How much would the fox population increase if they were not hunted? Does anyone know?

And what factors determine how much the land can sustain?


----------



## Lizzie66 (8 July 2015)

fburton said:



			How much would the fox population increase if they were not hunted? Does anyone know?
And what factors determine how much the land can sustain?
		
Click to expand...

The type of area, the wild prey numbers, the proximity to farmed prey etc. 

I wasn't planning on making a scientific study from it. A lot of it is around what the local landowners etc have to say on fox numbers. ie they will soon be on the phone to the hunt if they are having a problem.


----------



## ROG (8 July 2015)

If lots of smoke is forced into a foxhole what happens ?


----------



## Countryman (8 July 2015)

I think the crucial thing to remember is that hunting isn't just a sport-its also a method of pest control in some areas, and most importantly,  the only selective method of humane wildlife management


----------



## Judgemental (8 July 2015)

I have been very reliably informed that the matter will be dealt with via a Statutory Instrument and will be laid before the House of Commons, tomorrow Thursday 9 July 2015.

The debate of 90 minutes will take place the following Thursday 16 July 2015 followed by a vote.

Judging by the strong feeling on both sides it will be a 'close run thing' either way.
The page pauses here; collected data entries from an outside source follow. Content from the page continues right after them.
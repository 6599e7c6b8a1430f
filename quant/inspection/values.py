"""Reference values against spectra: values that the spectra contradict, and labels that are probably exchanged."""

import numpy as np

from quant.arrays import FloatArray, IntArray
from quant.errors import ParameterError, QuantityError
from quant.inspection.duplicates import duplicate_pairs
from quant.inspection.exchange import Exchange, find_exchanges
from quant.inspection.finding import DOUBT, STOP, Finding, percent, plural
from quant.inspection.left_out import best_smoother, make_smoothers, studentised
from quant.inspection.material import Material
from quant.inspection.robust import FALSE_ALARM, FEWEST, largest_z, robust_z
from quant.recipe.pipeline import axis_behind, build_method, build_steps
from quant.spectra.bands import place_bands, refuse_gaps

PLAIN = 0.5  # left-out error falls to this share of what it was: more than a suspicion
USEFUL = 0.5  # share of the values' variance that spectra have to explain, left out, before they may contradict any


def check_values(material: Material) -> list[Finding]:
    """Predict every calibration sample from the others and ask which values, or pairs of values, cannot be right."""
    if material.processed is None:
        return []
    try:
        spectra = _predictors(material, material.processed)
    except (ParameterError, QuantityError) as problem:
        return [_no_signal(str(problem))]
    exchanges: dict[tuple[int, int], list[tuple[str, str, Exchange]]] = {}
    contradictions = []
    alarm = FALSE_ALARM / len(material.calibration.analytes)
    groups = _groups(material)
    for analyte, values in zip(material.calibration.analytes, material.calibration.values.T, strict=True):
        known = np.flatnonzero(np.isfinite(values))
        if known.size < FEWEST or np.ptp(values[known]) == 0:
            continue
        smoothers = make_smoothers(spectra[known], groups[known])
        if not smoothers:
            continue
        pairs, mended = find_exchanges(smoothers, values[known], alarm, material.recipe.cross_validation.seed)
        for pair in pairs:
            place = (int(known[pair.first]), int(known[pair.second]))
            exchanges.setdefault(place, []).append((analyte.name, analyte.unit, pair))
        best = best_smoother(smoothers, mended)
        left_out = best.errors @ mended
        explained = 1 - np.sum(left_out**2) / np.sum((mended - mended.mean()) ** 2)
        if explained < USEFUL:
            continue
        z = robust_z(studentised(best, mended))
        limit = largest_z(known.size, alarm, both_sides=True)
        out = np.flatnonzero(np.abs(z) > limit)
        if out.size:
            out = out[np.argsort(-np.abs(z[out]), kind="stable")]
            contradictions.append(
                Finding(
                    gravity=DOUBT,
                    code="contradicted_value",
                    title=f"{plural(out.size, 'value')} of {analyte.name} that the spectra contradict",
                    samples=tuple(material.calibration.sample_ids[known[i]] for i in out),
                    evidence=_contradiction(analyte.unit, mended[out[0]], -left_out[out[0]], z[out[0]], limit),
                    advice="Ask the laboratory for the raw result, or have the sample analysed again; do not exclude a "
                    "value only because it does not fit.",
                )
            )
    return [*_exchanged(material, exchanges), *contradictions]


def _predictors(material: Material, processed: FloatArray) -> FloatArray:
    """Mean processed spectra of the calibration samples, or the band signals where the recipe takes these."""
    rows = material.calibration.mean_by_sample(processed[: material.n_calibration])
    if material.recipe.regression.method != "band_area":
        return rows
    axis = material.spectra.axis
    behind = axis_behind(build_steps(material.recipe, axis, material.spectra.quantity), axis)
    method = build_method(material.recipe, behind, 1).get_params()
    bands = place_bands(method["bands"], method["reference_band"], behind, behind.size)
    refuse_gaps("band_area", bands)
    return bands.signals(rows)[:, None]


def _no_signal(problem: str) -> Finding:
    return Finding(
        gravity=STOP,
        code="no_band_signal",
        title="The band's signal cannot be computed",
        samples=(),
        evidence=problem,
        advice="Mend what this names, calibrating will refuse it; values were not compared with spectra.",
    )


def _groups(material: Material) -> IntArray:
    """Label samples so that exact duplicates share a label: they are left out together."""
    label = np.arange(len(material.calibration))
    for a, b in duplicate_pairs(material):
        if b < label.size:
            label[label == label[b]] = label[a]
    return label


def _contradiction(unit: str, value: float, error: float, z: float, limit: float) -> str:
    return (
        f"The worst: the laboratory says {value:.4g}, the other samples {value + error:.4g} {unit}".rstrip()
        + f" ({abs(z):.1f} robust standard errors apart; {limit:.1f} is the limit that {percent(FALSE_ALARM)} of "
        "clean sets pass)."
    )


def _exchanged(material: Material, exchanges: dict[tuple[int, int], list[tuple[str, str, Exchange]]]) -> list[Finding]:
    findings = []
    ids, n = material.calibration.sample_ids, len(material.calibration.analytes)
    ranked = sorted(exchanges.items(), key=lambda item: min(e.after / e.before for _, _, e in item[1]))
    for (a, b), seen in ranked:
        name, unit, best = min(seen, key=lambda item: item[2].after / item[2].before)
        also = f" (and {', '.join(other for other, _, _ in seen if other != name)})" if len(seen) > 1 else ""
        whole = "the spectra or whole rows" if len(seen) == n else "the values"
        values = material.calibration.analyte(name)[1]
        findings.append(
            Finding(
                gravity=STOP if best.after < PLAIN * best.before else DOUBT,
                code="exchanged_labels",
                title=f"Labels probably exchanged: {ids[a]} and {ids[b]}",
                samples=(ids[a], ids[b]),
                evidence=f"{name}{also}: {values[a]:.4g} and {values[b]:.4g} {unit}".rstrip()
                + f". With {whole} of the two exchanged, the left-out error falls from {best.before:.3g} to "
                f"{best.after:.3g}; chance does as well with p = {best.p:.2g} (a pair is named in "
                f"{percent(FALSE_ALARM)} of clean sets).",
                advice="Check vials, file names and laboratory sheet of both; mend the files only when the cause is "
                "found, else exclude both.",
            )
        )
    return findings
That said, I do have to point out and the old hands on this forum will know that I have consistently advocated a small measure taken by Statutory Instrument, rather than full blown repeal.


----------



## horserugsnot4u (8 July 2015)

Countryman said:



			You might say well what's the point-but this means that the sickest, weakest, most injured and suffering 1/6th of the fox population are culled in a swift and humane manner, putting them out of their misery.
		
Click to expand...

Well I didn't realise you hunting lot were really being so kind to the ailing fox who needs to be put out of his misery, rather than enjoying yourselves chasing after him.  I am sure he will be very grateful and as he is so weak and feeble, he will not be able to put up much of a fight.  You can all go home happy after 10 minutes, job done.


----------



## Sandstone1 (8 July 2015)

Pest control? Hum, so why has a hunt staff member recently been found to have 16 Fox cubs locked up in a barn? That all went pretty quiet didn't it.


----------



## Judgemental (9 July 2015)

I can't understand why folk are expressing dissent on the subject when Repeal was clearly detailed in the Conservative Manifesto and well trailed by the Prime Minister during the election campaign.

The British people voted for the Conservative party with a majority and therefore the majority voted for repeal.

The government have done the decent thing, by introducing the matter to the House of Commons with a modest number of changes via a Statutory Instrument. The mechanics of the Statutory Instrument where built into the Hunting Act 2004 by the LABOUR PARTY, it was therefore enshrined in law and the act.

The debate next week, on Wednesday not Thursday, (as stated in House of Commons Business for next week) as I previously indicated is going to be 90 minutes long, which is the standard length of time for amendments under the Statutory Instrument, indeed that is the length of time for any matter governed by Statutory Instrument.

Frankly I find the whingings wholly absurd, when the law under the act is being fully complied with! Especially as any use of a Statutory Instrument cannot disable any act of parliament.


----------



## Tiddlypom (9 July 2015)

Judgemental said:



			Frankly I find the whinging of the Bunny Huggers wholly absurd when the law under the act is being fully complied with! Especially as any use of a Statutory Instrument cannot disable any act of parliament.
		
Click to expand...

C'mon, JM, you can do better than this.

Anyone who refers to people with different views to their own as 'bunny huggers' does not pass Go and instead goes straight to jail. It's lazy and patronising terminology.


----------



## Judgemental (9 July 2015)

Tiddlypom said:



			C'mon, JM, you can do better than this.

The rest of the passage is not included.